* Assignment *
Report each line of the records below that uses the word "share".

--- Provided data ---

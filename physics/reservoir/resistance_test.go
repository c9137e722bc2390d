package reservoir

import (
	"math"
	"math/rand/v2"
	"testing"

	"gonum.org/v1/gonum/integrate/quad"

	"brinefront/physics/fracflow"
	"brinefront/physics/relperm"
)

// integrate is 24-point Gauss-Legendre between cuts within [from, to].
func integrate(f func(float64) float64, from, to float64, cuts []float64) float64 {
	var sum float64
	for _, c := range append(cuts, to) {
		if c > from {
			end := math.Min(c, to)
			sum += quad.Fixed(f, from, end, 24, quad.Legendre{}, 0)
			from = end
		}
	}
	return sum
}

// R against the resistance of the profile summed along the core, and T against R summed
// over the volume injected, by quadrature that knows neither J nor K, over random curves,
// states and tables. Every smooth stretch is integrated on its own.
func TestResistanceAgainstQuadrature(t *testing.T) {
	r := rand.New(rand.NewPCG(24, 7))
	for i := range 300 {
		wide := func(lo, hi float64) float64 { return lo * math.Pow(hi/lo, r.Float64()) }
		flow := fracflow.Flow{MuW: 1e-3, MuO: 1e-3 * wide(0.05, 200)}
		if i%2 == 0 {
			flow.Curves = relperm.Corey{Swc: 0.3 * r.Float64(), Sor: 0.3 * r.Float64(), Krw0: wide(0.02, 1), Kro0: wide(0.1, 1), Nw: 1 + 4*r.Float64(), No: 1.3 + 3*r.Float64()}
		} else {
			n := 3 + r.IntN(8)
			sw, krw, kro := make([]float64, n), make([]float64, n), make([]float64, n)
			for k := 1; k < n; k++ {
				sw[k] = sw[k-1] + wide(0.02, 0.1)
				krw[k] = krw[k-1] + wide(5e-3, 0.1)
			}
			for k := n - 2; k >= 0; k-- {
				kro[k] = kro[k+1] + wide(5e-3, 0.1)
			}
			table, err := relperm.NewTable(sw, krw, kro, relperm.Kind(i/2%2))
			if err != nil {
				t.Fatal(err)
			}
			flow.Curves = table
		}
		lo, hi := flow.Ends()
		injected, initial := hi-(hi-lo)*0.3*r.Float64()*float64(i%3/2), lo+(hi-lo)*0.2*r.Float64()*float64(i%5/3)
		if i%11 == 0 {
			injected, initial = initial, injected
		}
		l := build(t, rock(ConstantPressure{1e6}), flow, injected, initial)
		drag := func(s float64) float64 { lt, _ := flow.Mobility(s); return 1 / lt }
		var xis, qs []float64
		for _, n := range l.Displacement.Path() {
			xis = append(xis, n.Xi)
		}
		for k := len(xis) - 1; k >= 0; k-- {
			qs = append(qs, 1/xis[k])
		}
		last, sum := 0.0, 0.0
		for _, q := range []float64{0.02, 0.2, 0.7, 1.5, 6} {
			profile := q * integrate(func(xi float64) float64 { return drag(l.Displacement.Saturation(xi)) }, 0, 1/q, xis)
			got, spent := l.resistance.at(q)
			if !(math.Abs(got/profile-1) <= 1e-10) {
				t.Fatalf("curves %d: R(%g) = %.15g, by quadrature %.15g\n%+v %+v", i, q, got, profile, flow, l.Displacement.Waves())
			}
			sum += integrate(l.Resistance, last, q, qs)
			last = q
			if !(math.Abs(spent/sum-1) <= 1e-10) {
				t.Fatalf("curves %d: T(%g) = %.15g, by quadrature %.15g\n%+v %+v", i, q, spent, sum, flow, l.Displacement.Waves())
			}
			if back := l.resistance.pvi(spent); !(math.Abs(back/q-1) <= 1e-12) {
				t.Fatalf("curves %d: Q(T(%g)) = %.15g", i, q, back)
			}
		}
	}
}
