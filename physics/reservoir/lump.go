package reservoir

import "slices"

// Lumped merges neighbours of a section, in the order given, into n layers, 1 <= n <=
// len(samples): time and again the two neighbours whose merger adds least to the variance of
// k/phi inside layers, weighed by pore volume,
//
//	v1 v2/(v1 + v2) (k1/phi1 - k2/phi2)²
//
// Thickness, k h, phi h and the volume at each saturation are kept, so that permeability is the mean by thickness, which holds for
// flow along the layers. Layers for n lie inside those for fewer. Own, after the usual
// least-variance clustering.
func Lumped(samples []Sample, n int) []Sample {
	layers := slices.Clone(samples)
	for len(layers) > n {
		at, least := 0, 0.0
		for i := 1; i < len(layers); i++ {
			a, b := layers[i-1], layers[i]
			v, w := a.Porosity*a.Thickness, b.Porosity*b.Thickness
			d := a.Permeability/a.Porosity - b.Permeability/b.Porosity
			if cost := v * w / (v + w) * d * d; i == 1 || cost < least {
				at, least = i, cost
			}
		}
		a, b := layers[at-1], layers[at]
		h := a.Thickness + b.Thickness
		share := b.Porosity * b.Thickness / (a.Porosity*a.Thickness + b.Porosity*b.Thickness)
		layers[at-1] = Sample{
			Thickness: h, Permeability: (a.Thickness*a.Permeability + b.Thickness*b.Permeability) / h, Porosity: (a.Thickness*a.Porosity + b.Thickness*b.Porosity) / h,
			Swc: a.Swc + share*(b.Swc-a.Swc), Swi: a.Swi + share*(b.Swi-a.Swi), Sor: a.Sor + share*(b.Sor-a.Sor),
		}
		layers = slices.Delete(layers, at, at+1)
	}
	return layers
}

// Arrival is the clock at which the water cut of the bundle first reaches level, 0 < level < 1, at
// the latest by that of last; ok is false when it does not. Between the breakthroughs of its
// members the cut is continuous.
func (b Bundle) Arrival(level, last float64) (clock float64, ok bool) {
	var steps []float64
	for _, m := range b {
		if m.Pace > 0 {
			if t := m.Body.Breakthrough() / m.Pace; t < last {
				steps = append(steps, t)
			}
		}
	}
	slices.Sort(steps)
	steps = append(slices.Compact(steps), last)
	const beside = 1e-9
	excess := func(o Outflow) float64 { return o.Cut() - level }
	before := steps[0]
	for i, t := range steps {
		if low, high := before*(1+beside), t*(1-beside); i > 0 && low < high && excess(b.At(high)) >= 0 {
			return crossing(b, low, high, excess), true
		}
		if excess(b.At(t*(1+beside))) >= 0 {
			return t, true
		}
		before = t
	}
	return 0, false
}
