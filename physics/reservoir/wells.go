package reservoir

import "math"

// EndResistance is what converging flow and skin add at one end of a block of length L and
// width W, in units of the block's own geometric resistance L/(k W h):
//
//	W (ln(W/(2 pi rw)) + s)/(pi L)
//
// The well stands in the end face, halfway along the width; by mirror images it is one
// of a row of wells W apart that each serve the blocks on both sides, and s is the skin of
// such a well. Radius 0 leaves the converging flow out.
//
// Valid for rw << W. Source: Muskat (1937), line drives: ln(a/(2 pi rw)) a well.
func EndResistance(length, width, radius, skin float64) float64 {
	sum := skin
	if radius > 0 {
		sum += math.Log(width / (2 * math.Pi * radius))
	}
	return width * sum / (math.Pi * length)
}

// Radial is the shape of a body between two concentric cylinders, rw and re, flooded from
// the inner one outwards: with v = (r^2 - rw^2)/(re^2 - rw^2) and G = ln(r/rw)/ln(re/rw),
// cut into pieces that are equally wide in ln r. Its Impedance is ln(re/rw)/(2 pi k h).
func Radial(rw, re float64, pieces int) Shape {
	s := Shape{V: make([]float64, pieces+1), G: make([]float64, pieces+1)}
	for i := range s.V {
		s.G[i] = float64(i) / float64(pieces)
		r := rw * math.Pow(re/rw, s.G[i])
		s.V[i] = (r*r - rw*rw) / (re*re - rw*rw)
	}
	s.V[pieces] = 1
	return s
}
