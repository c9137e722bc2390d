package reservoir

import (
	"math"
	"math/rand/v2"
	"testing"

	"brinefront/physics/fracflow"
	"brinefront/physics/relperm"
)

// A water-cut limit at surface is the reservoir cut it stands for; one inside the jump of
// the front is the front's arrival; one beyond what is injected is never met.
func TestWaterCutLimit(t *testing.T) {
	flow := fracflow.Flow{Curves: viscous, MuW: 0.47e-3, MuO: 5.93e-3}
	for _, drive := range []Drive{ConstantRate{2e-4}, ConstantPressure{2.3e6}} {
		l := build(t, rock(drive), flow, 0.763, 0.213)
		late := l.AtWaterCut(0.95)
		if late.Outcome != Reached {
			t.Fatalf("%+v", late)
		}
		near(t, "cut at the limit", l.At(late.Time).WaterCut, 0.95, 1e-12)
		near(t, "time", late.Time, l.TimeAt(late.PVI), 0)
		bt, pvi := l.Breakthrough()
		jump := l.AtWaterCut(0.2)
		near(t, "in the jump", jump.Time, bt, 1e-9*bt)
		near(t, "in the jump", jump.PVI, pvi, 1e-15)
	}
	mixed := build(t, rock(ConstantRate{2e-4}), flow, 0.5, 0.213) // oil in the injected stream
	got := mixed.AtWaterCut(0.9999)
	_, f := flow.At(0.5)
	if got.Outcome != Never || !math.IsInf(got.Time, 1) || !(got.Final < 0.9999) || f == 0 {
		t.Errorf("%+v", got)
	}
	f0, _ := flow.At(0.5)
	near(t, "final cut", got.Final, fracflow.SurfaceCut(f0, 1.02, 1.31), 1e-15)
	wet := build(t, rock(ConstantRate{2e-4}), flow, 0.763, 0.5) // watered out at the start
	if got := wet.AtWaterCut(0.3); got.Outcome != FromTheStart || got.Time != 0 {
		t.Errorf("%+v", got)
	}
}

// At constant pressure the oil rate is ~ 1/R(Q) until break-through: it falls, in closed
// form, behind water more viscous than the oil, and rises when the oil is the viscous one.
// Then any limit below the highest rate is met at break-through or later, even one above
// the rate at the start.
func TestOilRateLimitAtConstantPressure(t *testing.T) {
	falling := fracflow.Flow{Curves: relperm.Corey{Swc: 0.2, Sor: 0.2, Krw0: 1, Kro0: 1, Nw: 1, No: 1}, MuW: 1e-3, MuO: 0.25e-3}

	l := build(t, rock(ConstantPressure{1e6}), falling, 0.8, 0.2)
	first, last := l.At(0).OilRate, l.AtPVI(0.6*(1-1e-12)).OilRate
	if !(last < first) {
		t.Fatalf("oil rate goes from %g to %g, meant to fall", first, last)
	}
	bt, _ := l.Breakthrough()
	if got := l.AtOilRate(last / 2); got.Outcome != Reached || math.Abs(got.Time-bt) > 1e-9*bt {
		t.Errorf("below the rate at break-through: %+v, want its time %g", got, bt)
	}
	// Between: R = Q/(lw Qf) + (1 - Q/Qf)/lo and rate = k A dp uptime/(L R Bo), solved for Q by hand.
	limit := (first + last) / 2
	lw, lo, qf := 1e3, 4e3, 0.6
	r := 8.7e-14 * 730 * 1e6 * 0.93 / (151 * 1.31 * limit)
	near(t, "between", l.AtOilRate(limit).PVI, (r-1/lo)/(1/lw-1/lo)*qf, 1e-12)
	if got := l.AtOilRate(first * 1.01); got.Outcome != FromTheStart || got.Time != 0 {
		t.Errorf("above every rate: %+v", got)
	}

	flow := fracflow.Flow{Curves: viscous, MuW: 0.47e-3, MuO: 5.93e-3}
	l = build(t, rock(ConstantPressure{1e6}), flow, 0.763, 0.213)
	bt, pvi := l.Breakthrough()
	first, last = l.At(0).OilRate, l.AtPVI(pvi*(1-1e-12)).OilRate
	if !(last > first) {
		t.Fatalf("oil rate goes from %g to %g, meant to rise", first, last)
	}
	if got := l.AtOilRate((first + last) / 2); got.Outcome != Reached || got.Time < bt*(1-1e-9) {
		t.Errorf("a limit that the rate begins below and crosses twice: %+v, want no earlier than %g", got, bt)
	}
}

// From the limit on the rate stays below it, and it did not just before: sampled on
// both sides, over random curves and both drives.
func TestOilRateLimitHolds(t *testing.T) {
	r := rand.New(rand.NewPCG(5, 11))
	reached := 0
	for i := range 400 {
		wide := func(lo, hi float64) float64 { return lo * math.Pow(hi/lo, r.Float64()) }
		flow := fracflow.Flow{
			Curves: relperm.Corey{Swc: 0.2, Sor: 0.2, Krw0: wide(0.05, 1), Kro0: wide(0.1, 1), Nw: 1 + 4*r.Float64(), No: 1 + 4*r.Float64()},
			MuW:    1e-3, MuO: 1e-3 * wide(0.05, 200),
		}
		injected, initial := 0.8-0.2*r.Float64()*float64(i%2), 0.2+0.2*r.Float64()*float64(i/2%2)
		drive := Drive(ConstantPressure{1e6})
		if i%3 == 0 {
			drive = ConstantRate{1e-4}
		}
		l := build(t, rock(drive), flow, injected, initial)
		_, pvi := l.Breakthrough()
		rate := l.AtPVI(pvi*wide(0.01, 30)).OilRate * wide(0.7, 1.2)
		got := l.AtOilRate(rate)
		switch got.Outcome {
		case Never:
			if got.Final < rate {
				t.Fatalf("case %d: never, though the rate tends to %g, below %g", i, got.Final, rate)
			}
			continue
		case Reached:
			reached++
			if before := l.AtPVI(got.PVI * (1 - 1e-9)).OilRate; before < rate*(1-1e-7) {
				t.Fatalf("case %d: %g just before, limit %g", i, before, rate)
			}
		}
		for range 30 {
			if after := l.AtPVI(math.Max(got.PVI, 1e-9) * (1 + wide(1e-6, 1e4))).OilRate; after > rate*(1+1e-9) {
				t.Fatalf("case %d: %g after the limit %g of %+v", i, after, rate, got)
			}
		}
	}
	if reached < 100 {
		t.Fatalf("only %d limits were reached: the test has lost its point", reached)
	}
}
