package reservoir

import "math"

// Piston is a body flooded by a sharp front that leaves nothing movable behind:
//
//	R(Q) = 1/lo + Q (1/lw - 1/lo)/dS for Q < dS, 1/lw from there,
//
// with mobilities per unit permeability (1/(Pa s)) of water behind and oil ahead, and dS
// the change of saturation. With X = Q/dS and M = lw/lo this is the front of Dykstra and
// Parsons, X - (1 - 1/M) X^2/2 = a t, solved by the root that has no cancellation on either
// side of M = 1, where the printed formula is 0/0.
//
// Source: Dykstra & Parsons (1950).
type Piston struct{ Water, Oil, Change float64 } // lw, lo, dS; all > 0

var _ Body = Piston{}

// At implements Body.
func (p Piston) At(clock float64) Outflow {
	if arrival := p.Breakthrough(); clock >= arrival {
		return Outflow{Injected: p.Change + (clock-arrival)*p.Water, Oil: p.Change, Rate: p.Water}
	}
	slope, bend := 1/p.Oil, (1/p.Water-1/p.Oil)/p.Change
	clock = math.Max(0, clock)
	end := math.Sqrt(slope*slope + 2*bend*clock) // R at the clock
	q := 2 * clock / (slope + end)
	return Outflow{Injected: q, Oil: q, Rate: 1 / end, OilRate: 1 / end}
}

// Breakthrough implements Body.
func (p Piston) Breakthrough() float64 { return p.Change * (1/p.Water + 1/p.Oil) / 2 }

---

* Result of this exercise *
		share := b.Porosity * b.Thickness / (a.Porosity*a.Thickness + b.Porosity*b.Thickness)
			Swc: a.Swc + share*(b.Swc-a.Swc), Swi: a.Swi + share*(b.Swi-a.Swi), Sor: a.Sor + share*(b.Sor-a.Sor),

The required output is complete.